*The task:* When you write the records again, keep every line exactly as it was.
---*---
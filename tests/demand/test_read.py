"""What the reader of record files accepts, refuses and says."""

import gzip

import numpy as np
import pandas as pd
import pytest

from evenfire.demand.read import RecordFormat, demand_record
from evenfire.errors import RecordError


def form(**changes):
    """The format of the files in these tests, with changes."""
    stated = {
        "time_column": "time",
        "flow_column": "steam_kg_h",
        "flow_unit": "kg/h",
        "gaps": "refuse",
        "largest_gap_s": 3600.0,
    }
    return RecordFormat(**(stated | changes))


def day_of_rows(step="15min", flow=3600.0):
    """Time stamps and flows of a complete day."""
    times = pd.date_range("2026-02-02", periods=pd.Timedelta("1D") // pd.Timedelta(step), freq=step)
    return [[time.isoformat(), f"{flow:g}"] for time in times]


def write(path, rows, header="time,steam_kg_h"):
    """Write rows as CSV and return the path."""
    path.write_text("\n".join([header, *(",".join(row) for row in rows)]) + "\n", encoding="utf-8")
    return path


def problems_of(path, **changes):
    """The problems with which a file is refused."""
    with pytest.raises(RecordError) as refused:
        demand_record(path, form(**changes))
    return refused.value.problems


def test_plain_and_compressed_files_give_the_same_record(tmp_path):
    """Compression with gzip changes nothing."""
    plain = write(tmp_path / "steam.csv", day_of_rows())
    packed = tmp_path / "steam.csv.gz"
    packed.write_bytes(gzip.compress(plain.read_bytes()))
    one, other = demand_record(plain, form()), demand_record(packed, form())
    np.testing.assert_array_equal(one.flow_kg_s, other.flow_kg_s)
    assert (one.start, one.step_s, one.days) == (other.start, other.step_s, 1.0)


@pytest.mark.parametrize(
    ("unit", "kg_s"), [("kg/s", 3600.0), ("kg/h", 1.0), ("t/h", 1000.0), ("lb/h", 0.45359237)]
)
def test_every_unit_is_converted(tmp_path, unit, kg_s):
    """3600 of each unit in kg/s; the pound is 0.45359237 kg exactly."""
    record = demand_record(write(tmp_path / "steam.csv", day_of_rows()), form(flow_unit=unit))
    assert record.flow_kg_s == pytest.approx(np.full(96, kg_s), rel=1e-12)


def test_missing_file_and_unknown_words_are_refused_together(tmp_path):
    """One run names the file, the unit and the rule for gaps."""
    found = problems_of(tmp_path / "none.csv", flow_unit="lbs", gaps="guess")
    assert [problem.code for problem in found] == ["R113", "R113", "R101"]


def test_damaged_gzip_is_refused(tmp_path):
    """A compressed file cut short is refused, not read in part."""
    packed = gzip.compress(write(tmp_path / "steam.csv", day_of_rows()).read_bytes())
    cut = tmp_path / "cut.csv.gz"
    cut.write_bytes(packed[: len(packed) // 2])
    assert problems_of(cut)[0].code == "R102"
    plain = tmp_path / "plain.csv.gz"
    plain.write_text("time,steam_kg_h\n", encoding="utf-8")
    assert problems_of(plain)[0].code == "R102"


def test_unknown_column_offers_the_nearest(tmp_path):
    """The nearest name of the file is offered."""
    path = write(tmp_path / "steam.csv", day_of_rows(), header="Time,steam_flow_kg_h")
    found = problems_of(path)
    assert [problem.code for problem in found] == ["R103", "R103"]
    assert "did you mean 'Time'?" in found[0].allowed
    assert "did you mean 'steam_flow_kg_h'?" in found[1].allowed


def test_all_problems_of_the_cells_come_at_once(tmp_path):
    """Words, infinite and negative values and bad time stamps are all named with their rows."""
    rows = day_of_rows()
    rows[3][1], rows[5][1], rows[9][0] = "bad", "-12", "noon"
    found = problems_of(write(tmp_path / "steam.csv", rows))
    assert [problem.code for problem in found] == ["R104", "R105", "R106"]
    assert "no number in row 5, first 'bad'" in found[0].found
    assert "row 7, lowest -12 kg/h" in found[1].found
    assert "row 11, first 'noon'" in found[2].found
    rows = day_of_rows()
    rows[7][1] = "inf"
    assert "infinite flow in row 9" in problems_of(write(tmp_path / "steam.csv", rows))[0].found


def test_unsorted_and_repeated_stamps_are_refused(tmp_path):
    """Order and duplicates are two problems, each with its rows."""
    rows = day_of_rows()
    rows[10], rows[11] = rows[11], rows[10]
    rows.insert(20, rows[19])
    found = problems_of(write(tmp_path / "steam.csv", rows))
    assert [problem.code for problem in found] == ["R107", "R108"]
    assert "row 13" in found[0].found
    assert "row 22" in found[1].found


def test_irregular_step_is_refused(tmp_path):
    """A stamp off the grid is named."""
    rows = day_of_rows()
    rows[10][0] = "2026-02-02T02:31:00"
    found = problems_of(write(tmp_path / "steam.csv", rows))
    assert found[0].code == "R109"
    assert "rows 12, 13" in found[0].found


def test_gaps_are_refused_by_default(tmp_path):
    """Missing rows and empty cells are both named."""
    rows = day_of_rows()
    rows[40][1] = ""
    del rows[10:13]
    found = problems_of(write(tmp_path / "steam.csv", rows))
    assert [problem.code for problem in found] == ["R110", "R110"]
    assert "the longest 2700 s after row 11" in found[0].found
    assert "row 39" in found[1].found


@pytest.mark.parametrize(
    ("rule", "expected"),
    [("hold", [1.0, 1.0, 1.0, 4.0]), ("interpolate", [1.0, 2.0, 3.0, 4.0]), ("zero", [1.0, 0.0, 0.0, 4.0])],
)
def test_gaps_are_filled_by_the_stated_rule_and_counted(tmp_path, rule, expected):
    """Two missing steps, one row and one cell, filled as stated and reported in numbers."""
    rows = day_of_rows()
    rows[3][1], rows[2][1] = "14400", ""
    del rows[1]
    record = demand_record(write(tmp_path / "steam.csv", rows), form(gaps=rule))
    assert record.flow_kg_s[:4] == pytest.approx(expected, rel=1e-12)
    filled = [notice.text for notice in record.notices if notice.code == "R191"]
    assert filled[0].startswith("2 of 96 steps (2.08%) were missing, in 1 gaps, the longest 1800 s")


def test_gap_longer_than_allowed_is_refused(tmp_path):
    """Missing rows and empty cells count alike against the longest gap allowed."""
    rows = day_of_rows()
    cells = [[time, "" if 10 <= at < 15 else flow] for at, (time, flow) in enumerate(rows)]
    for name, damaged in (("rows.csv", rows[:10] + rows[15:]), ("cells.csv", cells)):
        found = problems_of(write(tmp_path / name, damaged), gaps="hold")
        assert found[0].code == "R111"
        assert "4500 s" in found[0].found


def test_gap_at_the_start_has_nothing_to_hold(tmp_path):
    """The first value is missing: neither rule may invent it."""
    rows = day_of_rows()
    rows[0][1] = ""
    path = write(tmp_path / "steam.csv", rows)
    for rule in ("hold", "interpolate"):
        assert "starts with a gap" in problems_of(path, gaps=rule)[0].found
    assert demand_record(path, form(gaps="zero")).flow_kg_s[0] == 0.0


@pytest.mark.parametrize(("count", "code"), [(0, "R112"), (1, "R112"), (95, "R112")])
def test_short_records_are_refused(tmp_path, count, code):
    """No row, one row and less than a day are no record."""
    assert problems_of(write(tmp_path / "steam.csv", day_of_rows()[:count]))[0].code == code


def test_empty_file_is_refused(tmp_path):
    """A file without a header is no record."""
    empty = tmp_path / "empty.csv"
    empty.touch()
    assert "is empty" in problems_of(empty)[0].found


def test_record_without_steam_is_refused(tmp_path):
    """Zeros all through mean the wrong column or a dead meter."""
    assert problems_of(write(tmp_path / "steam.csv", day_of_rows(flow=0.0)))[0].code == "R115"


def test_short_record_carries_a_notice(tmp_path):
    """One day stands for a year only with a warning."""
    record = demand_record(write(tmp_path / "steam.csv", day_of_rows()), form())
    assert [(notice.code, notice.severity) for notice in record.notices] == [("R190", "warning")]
---*---
*Reply:*
filename tests/demand/test_read.py
"""What the reader of record files accepts, refuses and says."""

import gzip

import numpy as np
import pandas as pd
import pytest

from evenfire.demand.read import RecordFormat, demand_record
from evenfire.errors import RecordError


def form(**changes):
    """The format of the files in these tests, with changes."""
    stated = {
        "time_column": "time",
        "flow_column": "steam_kg_h",
        "flow_unit": "kg/h",
        "gaps": "refuse",
        "largest_gap_s": 3600.0,
    }
    return RecordFormat(**(stated | changes))


def day_of_rows(step="15min", flow=3600.0):
    """Time stamps and flows of a complete day."""
    times = pd.date_range("2026-02-02", periods=pd.Timedelta("1D") // pd.Timedelta(step), freq=step)
    return [[time.isoformat(), f"{flow:g}"] for time in times]


def write(path, rows, header="time,steam_kg_h"):
    """Write rows as CSV and return the path."""
    path.write_text("\n".join([header, *(",".join(row) for row in rows)]) + "\n", encoding="utf-8")
    return path


def problems_of(path, **changes):
    """The problems with which a file is refused."""
    with pytest.raises(RecordError) as refused:
        demand_record(path, form(**changes))
    return refused.value.problems


def test_plain_and_compressed_files_give_the_same_record(tmp_path):
    """Compression with gzip changes nothing."""
    plain = write(tmp_path / "steam.csv", day_of_rows())
    packed = tmp_path / "steam.csv.gz"
    packed.write_bytes(gzip.compress(plain.read_bytes()))
    one, other = demand_record(plain, form()), demand_record(packed, form())
    np.testing.assert_array_equal(one.flow_kg_s, other.flow_kg_s)
    assert (one.start, one.step_s, one.days) == (other.start, other.step_s, 1.0)


@pytest.mark.parametrize(
    ("unit", "kg_s"), [("kg/s", 3600.0), ("kg/h", 1.0), ("t/h", 1000.0), ("lb/h", 0.45359237)]
)
def test_every_unit_is_converted(tmp_path, unit, kg_s):
    """3600 of each unit in kg/s; the pound is 0.45359237 kg exactly."""
    record = demand_record(write(tmp_path / "steam.csv", day_of_rows()), form(flow_unit=unit))
    assert record.flow_kg_s == pytest.approx(np.full(96, kg_s), rel=1e-12)


def test_missing_file_and_unknown_words_are_refused_together(tmp_path):
    """One run names the file, the unit and the rule for gaps."""
    found = problems_of(tmp_path / "none.csv", flow_unit="lbs", gaps="guess")
    assert [problem.code for problem in found] == ["R113", "R113", "R101"]


def test_damaged_gzip_is_refused(tmp_path):
    """A compressed file cut short is refused, not read in part."""
    packed = gzip.compress(write(tmp_path / "steam.csv", day_of_rows()).read_bytes())
    cut = tmp_path / "cut.csv.gz"
    cut.write_bytes(packed[: len(packed) // 2])
    assert problems_of(cut)[0].code == "R102"
    plain = tmp_path / "plain.csv.gz"
    plain.write_text("time,steam_kg_h\n", encoding="utf-8")
    assert problems_of(plain)[0].code == "R102"


def test_unknown_column_offers_the_nearest(tmp_path):
    """The nearest name of the file is offered."""
    path = write(tmp_path / "steam.csv", day_of_rows(), header="Time,steam_flow_kg_h")
    found = problems_of(path)
    assert [problem.code for problem in found] == ["R103", "R103"]
    assert "did you mean 'Time'?" in found[0].allowed
    assert "did you mean 'steam_flow_kg_h'?" in found[1].allowed


def test_all_problems_of_the_cells_come_at_once(tmp_path):
    """Words, infinite and negative values and bad time stamps are all named with their rows."""
    rows = day_of_rows()
    rows[3][1], rows[5][1], rows[9][0] = "bad", "-12", "noon"
    found = problems_of(write(tmp_path / "steam.csv", rows))
    assert [problem.code for problem in found] == ["R104", "R105", "R106"]
    assert "no number in row 5, first 'bad'" in found[0].found
    assert "row 7, lowest -12 kg/h" in found[1].found
    assert "row 11, first 'noon'" in found[2].found
    rows = day_of_rows()
    rows[7][1] = "inf"
    assert "infinite flow in row 9" in problems_of(write(tmp_path / "steam.csv", rows))[0].found


def test_unsorted_and_repeated_stamps_are_refused(tmp_path):
    """Order and duplicates are two problems, each with its rows."""
    rows = day_of_rows()
    rows[10], rows[11] = rows[11], rows[10]
    rows.insert(20, rows[19])
    found = problems_of(write(tmp_path / "steam.csv", rows))
    assert [problem.code for problem in found] == ["R107", "R108"]
    assert "row 13" in found[0].found
    assert "row 22" in found[1].found


def test_irregular_step_is_refused(tmp_path):
    """A stamp off the grid is named."""
    rows = day_of_rows()
    rows[10][0] = "2026-02-02T02:31:00"
    found = problems_of(write(tmp_path / "steam.csv", rows))
    assert found[0].code == "R109"
    assert "rows 12, 13" in found[0].found


def test_gaps_are_refused_by_default(tmp_path):
    """Missing rows and empty cells are both named."""
    rows = day_of_rows()
    rows[40][1] = ""
    del rows[10:13]
    found = problems_of(write(tmp_path / "steam.csv", rows))
    assert [problem.code for problem in found] == ["R110", "R110"]
    assert "the longest 2700 s after row 11" in found[0].found
    assert "row 39" in found[1].found


@pytest.mark.parametrize(
    ("rule", "expected"),
    [("hold", [1.0, 1.0, 1.0, 4.0]), ("interpolate", [1.0, 2.0, 3.0, 4.0]), ("zero", [1.0, 0.0, 0.0, 4.0])],
)
def test_gaps_are_filled_by_the_stated_rule_and_counted(tmp_path, rule, expected):
    """Two missing steps, one row and one cell, filled as stated and reported in numbers."""
    rows = day_of_rows()
    rows[3][1], rows[2][1] = "14400", ""
    del rows[1]
    record = demand_record(write(tmp_path / "steam.csv", rows), form(gaps=rule))
    assert record.flow_kg_s[:4] == pytest.approx(expected, rel=1e-12)
    filled = [notice.text for notice in record.notices if notice.code == "R191"]
    assert filled[0].startswith("2 of 96 steps (2.08%) were missing, in 1 gaps, the longest 1800 s")


def test_gap_longer_than_allowed_is_refused(tmp_path):
    """Missing rows and empty cells count alike against the longest gap allowed."""
    rows = day_of_rows()
    cells = [[time, "" if 10 <= at < 15 else flow] for at, (time, flow) in enumerate(rows)]
    for name, damaged in (("rows.csv", rows[:10] + rows[15:]), ("cells.csv", cells)):
        found = problems_of(write(tmp_path / name, damaged), gaps="hold")
        assert found[0].code == "R111"
        assert "4500 s" in found[0].found


def test_gap_at_the_start_has_nothing_to_hold(tmp_path):
    """The first value is missing: neither rule may invent it."""
    rows = day_of_rows()
    rows[0][1] = ""
    path = write(tmp_path / "steam.csv", rows)
    for rule in ("hold", "interpolate"):
        assert "starts with a gap" in problems_of(path, gaps=rule)[0].found
    assert demand_record(path, form(gaps="zero")).flow_kg_s[0] == 0.0


@pytest.mark.parametrize(("count", "code"), [(0, "R112"), (1, "R112"), (95, "R112")])
def test_short_records_are_refused(tmp_path, count, code):
    """No row, one row and less than a day are no record."""
    assert problems_of(write(tmp_path / "steam.csv", day_of_rows()[:count]))[0].code == code


def test_empty_file_is_refused(tmp_path):
    """A file without a header is no record."""
    empty = tmp_path / "empty.csv"
    empty.touch()
    assert "is empty" in problems_of(empty)[0].found


def test_record_without_steam_is_refused(tmp_path):
    """Zeros all through mean the wrong column or a dead meter."""
    assert problems_of(write(tmp_path / "steam.csv", day_of_rows(flow=0.0)))[0].code == "R115"


def test_short_record_carries_a_notice(tmp_path):
    """One day stands for a year only with a warning."""
    record = demand_record(write(tmp_path / "steam.csv", day_of_rows()), form())
    assert [(notice.code, notice.severity) for notice in record.notices] == [("R190", "warning")]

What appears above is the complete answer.